1. Jim Lion for commercial experience translated into words
2. Old Timer (Viejillo) for queen rearing expertise and defender of the inspiring commercial beekeepers. 
3. MB and MP for overall knowledge and enjoyable sharing will
4. Mark Berninghausen for not being afraid of talking well informed about issues.

I know I am missing a few, but thanks to you guys for sharing what you share. There is a lot of us out here sitting behind a computer screen just absorbing your knowledge and implementing on the field wherever possible; thanks again for being good teachers.


----------



## rwurster (Oct 30, 2010)

OldTimer for graftless queen rearing


----------



## westernbeekeeper (May 2, 2012)

Sqkcrk - Mark Berninghausen


----------



## westernbeekeeper (May 2, 2012)

jim lyon
Honey-4-All
Keith Jarrett


----------



## jim lyon (Feb 19, 2006)

My nominees, In no particular order. Oldtimer and Michael Palmer, the guys I consistently learn the most from. Barry (fearless leader) always the right post at the right moment. Mike Bush, a wealth of knowledge especially for the inexperienced and occasionally for the experienced. Keith Jarrett in the western division with some awesome insights about California beekeeping. Herb (where have you gone) and Mark for great insights in the eastern division. Leaving out some great folks, no doubt. And in a whole different yet to be named category, I nominate Acebird for never letting the forum get dull.


----------



## sqkcrk (Dec 10, 2005)

Rader Sidetracker for his ability to find and Post the links I don't know about and don't know how to.


----------



## DPBsbees (Apr 14, 2011)

Michael Palmer
Oldtimer
Michael Bush
Jim Lyon
Mark Berninghausen 
Lauri Miller

Just like Jim, this is not in a particular order. I'm sure I'll think of others later.


Thanks to all.


----------



## gmcharlie (May 9, 2009)

Mr Bush, for polite and dedicate service to begginers, Lauri, for really great pictures, and Ron Householder and Jim Lyon for no nonsense commercial views that are a bit different.


----------



## Vance G (Jan 6, 2011)

I smell a conspiracy! Roland should be up near the top.


----------



## sqkcrk (Dec 10, 2005)

Then nominate him.


----------



## Vance G (Jan 6, 2011)

I thought I did! Did I misspell something?


----------



## jim lyon (Feb 19, 2006)

Vance G said:


> I smell a conspiracy! Roland should be up near the top.

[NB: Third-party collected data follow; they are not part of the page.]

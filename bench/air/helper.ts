import type { Advice } from './adviser';
import type { LowerBy } from './coach';
import { psi } from './flow';
import { readDash } from './gauges';
import {
  FALSE_HISS_PER_S,
  type Habits,
  HEARS_PURGE,
  NOTICES_IDLE,
  NOTICES_LOADING,
  TAKES,
  UNASKED_EVERY_S,
} from './habits';
import { type Phone, tapDone, tapNow } from './phone';
import { between, chance, type Dice } from './random';
import { pressureAbs } from './vessel';
import { STEP_S, type World } from './world';

type CabTask = 'nothing' | 'speed' | 'lower' | 'stop' | 'dash';

/** The person in the seat: pedal or drain, fast idle, dash gauge, and a pair of ears. */
export interface Helper {
  world: World;
  phone: Phone;
  dice: Dice;
  habits: Habits;
  seen: CabTask;
  actsAt: number;
  job: { endsAt: number; finish: () => void } | null;
  lowering: LowerBy | null;
  lowAir: boolean;
  idleSeenAt: number;
  lastDashAt: number;
  lastSpeedAt: number;
  nextUnaskedAt: number;
  heard: { cutOuts: number; cutIns: number };
}

/** The low-air warning, gauge kPa (49 CFR 571.121 S5.1.5: below 60 psi). */
const LOW_AIR_KPA = psi(60);
/** Two looks at the dash are this far apart, s. */
const DASH_GAP_S = 5;
/** Nobody sets the engine's speed again sooner than this, s. */
const SPEED_GAP_S = 10;

export function newHelper(world: World, phone: Phone, dice: Dice, habits: Habits): Helper {
  return {
    world,
    phone,
    dice,
    habits,
    seen: 'nothing',
    actsAt: 0,
    job: null,
    lowering: null,
    lowAir: false,
    idleSeenAt: Number.POSITIVE_INFINITY,
    lastDashAt: -DASH_GAP_S,
    lastSpeedAt: -SPEED_GAP_S,
    nextUnaskedAt: habits.every ?? between(dice, 20, UNASKED_EVERY_S),
    heard: { cutOuts: world.cutOuts, cutIns: world.cutIns },
  };
}

/** Reasons of `check` that send somebody to look at the engine's speed. */
const ENGINE_REASONS = new Set<string>(['not-building', 'compressor-not-loading', 'engine-off']);

/** What the seat is asked to do; the wheel's own call counts where no word for the cab is given. */
export function cabTask(advice: Advice, lowering: LowerBy | null): CabTask {
  const { cab, call } = advice;
  const lower = cab === 'lower-supply' || (cab === undefined && call === 'lower-supply');
  if (lower) return 'lower';
  if (lowering) return 'stop';
  if (cab === 'start-engine' || cab === 'set-fast-idle' || ENGINE_REASONS.has(advice.reason)) {
    return 'speed';
  }
  return cab === 'read-dash' ? 'dash' : 'nothing';
}

/** One step of the helper in the seat. */
export function stepHelper(helper: Helper, advice: Advice, now: number): void {
  warnLowAir(helper);
  noticeIdle(helper, now);
  if (helper.job && now >= helper.job.endsAt) {
    const { finish } = helper.job;
    helper.job = null;
    finish();
  }
  const task = cabTask(advice, helper.lowering);
  if (task !== helper.seen) {
    helper.seen = task;
    helper.actsAt = now + TAKES.notice(helper.dice);
  }
  if (now >= helper.actsAt && !helper.job) act(helper, task, advice, now);
}

function begin(helper: Helper, seconds: number, finish: () => void): void {
  helper.job = { endsAt: helper.phone.now + seconds, finish };
}

function act(helper: Helper, task: CabTask, advice: Advice, now: number): void {
  const { dice, world } = helper;
  const by = advice.by ?? world.coach.lowerBy[0];
  if (task === 'speed') {
    if (now - helper.lastSpeedAt < SPEED_GAP_S) return;
    begin(helper, TAKES.setSpeed(dice), () => setFastIdle(helper));
  } else if (task === 'stop') begin(helper, TAKES.stopLowering(dice), () => stopLowering(helper));
  else if (task === 'lower' && by && !helper.lowering && !helper.lowAir) {
    begin(helper, TAKES.startLowering(dice, by), () => startLowering(helper, by));
  } else if (wantsDash(helper, task, advice, now)) {
    begin(helper, TAKES.readDash(dice), () => tapDash(helper));
  }
}

function wantsDash(helper: Helper, task: CabTask, advice: Advice, now: number): boolean {
  const { habits } = helper;
  if (now - helper.lastDashAt < DASH_GAP_S) return false;
  if (habits.dashOnly && now >= helper.nextUnaskedAt) return true;
  if (habits.every !== null) return false;
  if (task === 'dash') return true;
  return habits.dashOnly && (advice.call === 'read-supply' || (advice.readIn ?? 1) <= 0);
}

function tapDash(helper: Helper): void {
  const { world, dice, phone, habits } = helper;
  helper.lastDashAt = phone.now;
  helper.nextUnaskedAt = phone.now + (habits.every ?? between(dice, 0.8, 1.2) * UNASKED_EVERY_S);
  const reading = {
    source: 'dash-gauge' as const,
    kpa: readDash(world, dice),
    how: 'typed' as const,
  };
  tapNow(phone, { type: 'supply-reading', ...reading, stepKpa: world.coach.dash.stepKpa }, true);
}

function setFastIdle(helper: Helper): void {
  helper.world.speed = 'fast-idle';
  helper.lastSpeedAt = helper.phone.now;
  helper.idleSeenAt = Number.POSITIVE_INFINITY;
  tapDone(helper.phone, { type: 'engine', speed: 'fast-idle' }, true);
}

function startLowering(helper: Helper, by: LowerBy): void {
  helper.lowering = by;
  if (by === 'pedal') helper.world.pedal = true;
  else helper.world.drain = true;
  tapDone(helper.phone, { type: 'lowering', by, on: true }, true);
}

export function stopLowering(helper: Helper): void {
  const by = helper.lowering;
  if (!by) return;
  helper.lowering = null;
  helper.world.pedal = false;
  helper.world.drain = false;
  tapDone(helper.phone, { type: 'lowering', by, on: false }, true);
}

function warnLowAir(helper: Helper): void {
  const { world, phone } = helper;
  const low = pressureAbs(world.service) - world.coach.atmosphereKpa < LOW_AIR_KPA;
  if (low === helper.lowAir) return;
  helper.lowAir = low;
  if (low) stopLowering(helper);
  tapDone(phone, { type: 'low-air', on: low }, true);
}

function noticeIdle(helper: Helper, now: number): void {
  const { world, dice } = helper;
  if (world.speed === 'fast-idle' || helper.lowering) return;
  if (helper.idleSeenAt === Number.POSITIVE_INFINITY) {
    helper.idleSeenAt = chance(dice, NOTICES_IDLE) ? now + between(dice, 8, 40) : 1e9;
  }
  if (now >= helper.idleSeenAt) setFastIdle(helper);
}

/** Ears: the purge, other hisses, and now and then the compressor that loads. */
export function listen(helper: Helper, earsInCab: boolean): void {
  const { world, dice, phone, habits, heard } = helper;
  const purged = world.cutOuts > heard.cutOuts;
  const loads = world.cutIns > heard.cutIns;
  heard.cutOuts = world.cutOuts;
  heard.cutIns = world.cutIns;
  if (habits.noPurge) return;
  const hissRate = helper.lowering ? FALSE_HISS_PER_S.pedal : FALSE_HISS_PER_S.rest;
  if ((purged && chance(dice, HEARS_PURGE)) || chance(dice, hissRate * STEP_S)) {
    tapDone(phone, { type: 'cut-out' }, earsInCab);
  }
  if (loads && chance(dice, NOTICES_LOADING)) tapDone(phone, { type: 'cut-in' }, earsInCab);
}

Yes! A clear omission. Experience....with a unique twist.


----------



## odfrank (May 13, 2002)

Why has no one nominated Ace for* his* dedicated efforts?


----------



## Rader Sidetrack (Nov 30, 2011)

See post #13 :lookout:


----------



## gone2seed (Sep 18, 2011)

Cleo Hogan


----------



## red (Jan 15, 2013)

Jim Lyon, Roland, Old Timer,Keith Jarrett, Lauri, Harry Vanderpool, Sqkcrk, Ron Householder, The Fat Bee Man, and both Mikes. I know I missed a few but this is a good start. Also there are a lot of people on here that contribute little snippits here and there that diserve a big thank you also.


----------



## sqkcrk (Dec 10, 2005)

jim lyon said:


> Herb (where have you gone)


Texted Herb. He is suffering in the 87 degree heat.  Lurking about beesource. 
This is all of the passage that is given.